I have just tried two ways to perform a linear discriminant analysis.
This is the data, divided in two tables (printed from screen using R commander):
They belong respectively to the two already known groups.
I ran the next code to get the coefficients and critic value of the function:
m1=cov.wt(Craneos1)$center m1=data.matrix(m1) m2=cov.wt(Craneos2)$center m2=data.matrix(m2) D=((nrow(Craneos1)-1)*var(Craneos1)+(nrow(Craneos2)-1)*var(Craneos2))/30 d=solve(D)%*%(m1-m2) d # Estos son los coeficientes de la función 0.5*t(m1+m2)%*%d # Este es el punto crítico
I get the next results:
> d # Coefficients of the discriminant analysis [,1] x1 -0.089306662 x2 0.155774683 x3 0.005231617 x4 -0.177194601 x5 -0.177408670 > 0.5*t(m1+m2)%*%d # Este es el punto crítico [,1] [1,] -30.46349
These results are exactly the same as those ones that appeared in a book I am studying.

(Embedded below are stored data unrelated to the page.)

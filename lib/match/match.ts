import { candidateOf, rankStates, type Candidate, type DistanceTo } from './candidates'
import type { ControlState } from './controls'
import { curvesOf } from './curves'
import { doubtsOf } from './doubts'
import { drawInputs } from './draws'
import { FigureBench, rangesOf } from './figure-draws'
import { gateOf } from './gate'
import type { MatchInputs } from './inputs'
import { toFinding } from './judgement'
import { levelStages } from './level-stages'
import { numberToFindNext } from './next-number'
import { otherSettings } from './others'
import type { Preamp } from './preamp'
import { remediesFor } from './remedies'
import type { Curves, Evaluation, LevelStage, MatchResult, VerdictKind } from './result'
import { ENGINE_VERSION, RULES_VERSION, SHARE_THAT_COUNTS, WEIGHT_ORDER, weightOf } from './rules'
import { movesBetween, sidesDiffer } from './moves'
import { summaryOf } from './settings'
import { enumerateStates, statesEqual } from './states'
import { reachableShare, verdictOf } from './verdict'

/** Draws that rank every combination, that judge the neighbours of the advice, and behind a shown setting's figures. */
const RANKING_DRAWS = 33
const NEIGHBOUR_DRAWS = 129
const FULL_DRAWS = 257
/** States that may win somewhere in the doubt and are followed along the number to find next. */
const MOST_CONTENDERS = 6

/**
 * Checks a cartridge against a preamp over everything that is not known: evaluates every real combination of its
 * controls, advises one, says how sure that is and which number would settle it.
 * Pure and repeatable: the same inputs give the same result.
 * @throws Error when the preamp's data name a control, path or gain that does not exist
 */
export function match(inputs: MatchInputs): MatchResult {
  const gate = gateOf(inputs)
  if (gate) return { ...closed(inputs), gate }
  const { preamp, present } = inputs
  const states = enumerateStates(preamp, present?.left)
  const distance = distanceFrom(inputs)
  const quick = rankStates(inputs, states, { count: RANKING_DRAWS, depth: 'quick', distance })
  const bench = new FigureBench(drawInputs(inputs, FULL_DRAWS), 'full')
  const chosen = candidateOf(bench, quick.candidates[0].state, distance)
  const standing = present && !sidesDiffer(present) ? candidateOf(bench, present.left, distance) : null
  const isWhereItStands = (state: ControlState) =>
    states.length === 1 || (present !== null && !sidesDiffer(present) && statesEqual(present.left, state))
  const reachable = reachableShare(quick.candidates)
  const verdict = verdictOf(chosen, reachable, !isWhereItStands(chosen.state))
  const doubts = doubtsOf(chosen, bench.draws)
  const fits = verdict === 'suits' || verdict === 'suits-with-changes'
  return {
    rulesVersion: RULES_VERSION,
    engineVersion: ENGINE_VERSION,
    gate: null,
    verdict,
    verdictShare: shareOfVerdict(verdict, chosen, reachable),
    chosen: evaluationOf(chosen, bench),
    present: standing ? evaluationOf(standing, bench) : null,
    moves: present ? movesBetween(preamp, present, chosen.state) : states.length === 1 ? [] : null,
    presentSidesDiffer: present ? sidesDiffer(present) : false,
    combinations: states.length,
    others: otherSettings(quick.candidates, new FigureBench(drawInputs(inputs, NEIGHBOUR_DRAWS), 'quick')),
    remedies: fits ? [] : remediesFor(chosen, bench.draws),
    next: numberToFindNext(inputs, doubts, contenders(quick.candidates), { distance, isWhereItStands }),
    doubts,
    tonight: verdict === 'cannot-say' ? summaryFrom(gentlest(quick.candidates)) : null,
    curves: curvesOf(bench, chosen.setting, chosen.figures),
    presentCurves: standing && !statesEqual(standing.state, chosen.state) ? curvesOf(bench, standing.setting, standing.figures) : null,
    stages: levelStages(bench, chosen.setting, chosen.figures),
  }
}

/** What flipping the drawn switches comes to, with everything that follows it. The same figures as a check's. */
export function tryOut(inputs: MatchInputs, state: ControlState): {
  evaluation: Evaluation
  verdict: VerdictKind
  curves: Curves
  stages: LevelStage[]
} {
  const bench = new FigureBench(drawInputs(inputs, FULL_DRAWS), 'full')
  const candidate = candidateOf(bench, state, () => 0)
  const reachable = candidate.orders.filter((order) => order < 3).length / candidate.orders.length
  return {
    evaluation: evaluationOf(candidate, bench),
    verdict: verdictOf(candidate, reachable, false),
    curves: curvesOf(bench, candidate.setting, candidate.figures),
    stages: levelStages(bench, candidate.setting, candidate.figures),
  }
}

function evaluationOf(candidate: Candidate, bench: FigureBench): Evaluation {
  const findings = candidate.judgements
    .map((judgement) => ({ finding: toFinding(judgement, bench.draws), counts: judgement.counts }))
    .filter(({ finding }) => finding.worst !== 'fine')
    .sort((a, b) => b.counts - a.counts || WEIGHT_ORDER[b.finding.worst] - WEIGHT_ORDER[a.finding.worst])
    .map(({ finding }) => finding)
  return {
    setting: summaryFrom(candidate),
    figures: rangesOf(candidate.figures),
    findings,
    worst: weightOf(candidate.orders.reduce((a, b) => Math.max(a, b), 0)),
    middle: weightOf(candidate.orders[0]),
    shareRuledOut: candidate.shareRuledOut,
  }
}

/** Differing switches, plugs and buttons on both sides; 0 everywhere when the present positions are not known. */
function distanceFrom({ present, preamp }: MatchInputs): DistanceTo {
  if (!present) return () => 0
  return (state) => differences(preamp, present.left, state) + differences(preamp, present.right, state)
}

function differences({ controls }: Preamp, a: ControlState, b: ControlState): number {
  let total = 0
  for (const control of controls) {
    const [left, right] = [a[control.id], b[control.id]]
    const memberwise = control.kind === 'bank' || (control.kind === 'buttons' && control.latch === 'each')
    if (memberwise) for (let k = 0; k < left.length; k++) total += left[k] === right[k] ? 0 : 1
    else total += left === right ? 0 : 1
  }
  return total
}

/** The candidates that are best in some draw; in each, the least weight first and the rank among equals. */
function contenders(candidates: Candidate[]): ControlState[] {
  const wins = new Map<Candidate, number>()
  for (let i = 0; i < candidates[0].orders.length; i++) {
    let best = candidates[0]
    for (const candidate of candidates) if (harm(candidate.orders[i]) < harm(best.orders[i])) best = candidate
    wins.set(best, (wins.get(best) ?? 0) + 1)
  }
  const ordered = [...wins.entries()].sort((a, b) => b[1] - a[1]).map(([candidate]) => candidate)
  return [...new Set([candidates[0], ...ordered])].slice(0, MOST_CONTENDERS).map(({ state }) => state)
}
const summaryFrom = ({ setting, state }: Candidate) => summaryOf(setting, state)
const harm = (order: number): number => (order <= 1 ? 0 : order)

/** Lowest gain first: the setting that can do least harm while the level is not known. */
function gentlest(candidates: Candidate[]): Candidate {
  return candidates.reduce((best, candidate) =>
    candidate.setting.gain.gainDecibels.nominal < best.setting.gain.gainDecibels.nominal ? candidate : best,
  )
}

function shareOfVerdict(verdict: VerdictKind, chosen: Candidate, reachable: number): number {
  if (verdict === 'does-not-suit') return 1 - reachable
  if (verdict === 'cannot-say') return 1
  return Math.max(1 - chosen.shareRuledOut, 1 - SHARE_THAT_COUNTS)
}

/** A result without arithmetic, for cartridges and inputs that it would be wrong for. */
function closed(inputs: MatchInputs): Omit<MatchResult, 'gate'> {
  return {
    rulesVersion: RULES_VERSION,
    engineVersion: ENGINE_VERSION,
    verdict: 'does-not-suit',
    verdictShare: 1,
    chosen: null,
    present: null,
    moves: null,
    presentSidesDiffer: inputs.present ? sidesDiffer(inputs.present) : false,
    combinations: 0,
    others: [],
    remedies: [],
    next: null,
    doubts: [],
    tonight: null,
    curves: null,
    presentCurves: null,
    stages: [],
  }
}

I reordered the last two tables into only one with the first column as a factor:
In this case, I used the function lda (from the package MASS), since it has been widely used in examples on internet.
I ran the next command:
Which displayed the next results:
> lda(group~.,data=Datos) Call: lda(group ~ ., data = Datos) Prior probabilities of groups: CRANEOS1 CRANEOS2 0.53125 0.46875 Group means: X1 X2 X3 X4 X5 CRANEOS1 174.8235 139.3529 132.0000 69.82353 130.3529 CRANEOS2 185.7333 138.7333 134.7667 76.46667 137.5000 Coefficients of linear discriminants: LD1 X1 0.047726591 X2 -0.083247929 X3 -0.002795841 X4 0.094695000 X5 0.094809401
My questions are:
Is there anything wrong in the code displayed above?
Why are the both coefficients different depending on the mode used?
Which of them must be more reliable?
How can I get the critic value using the Mode 2?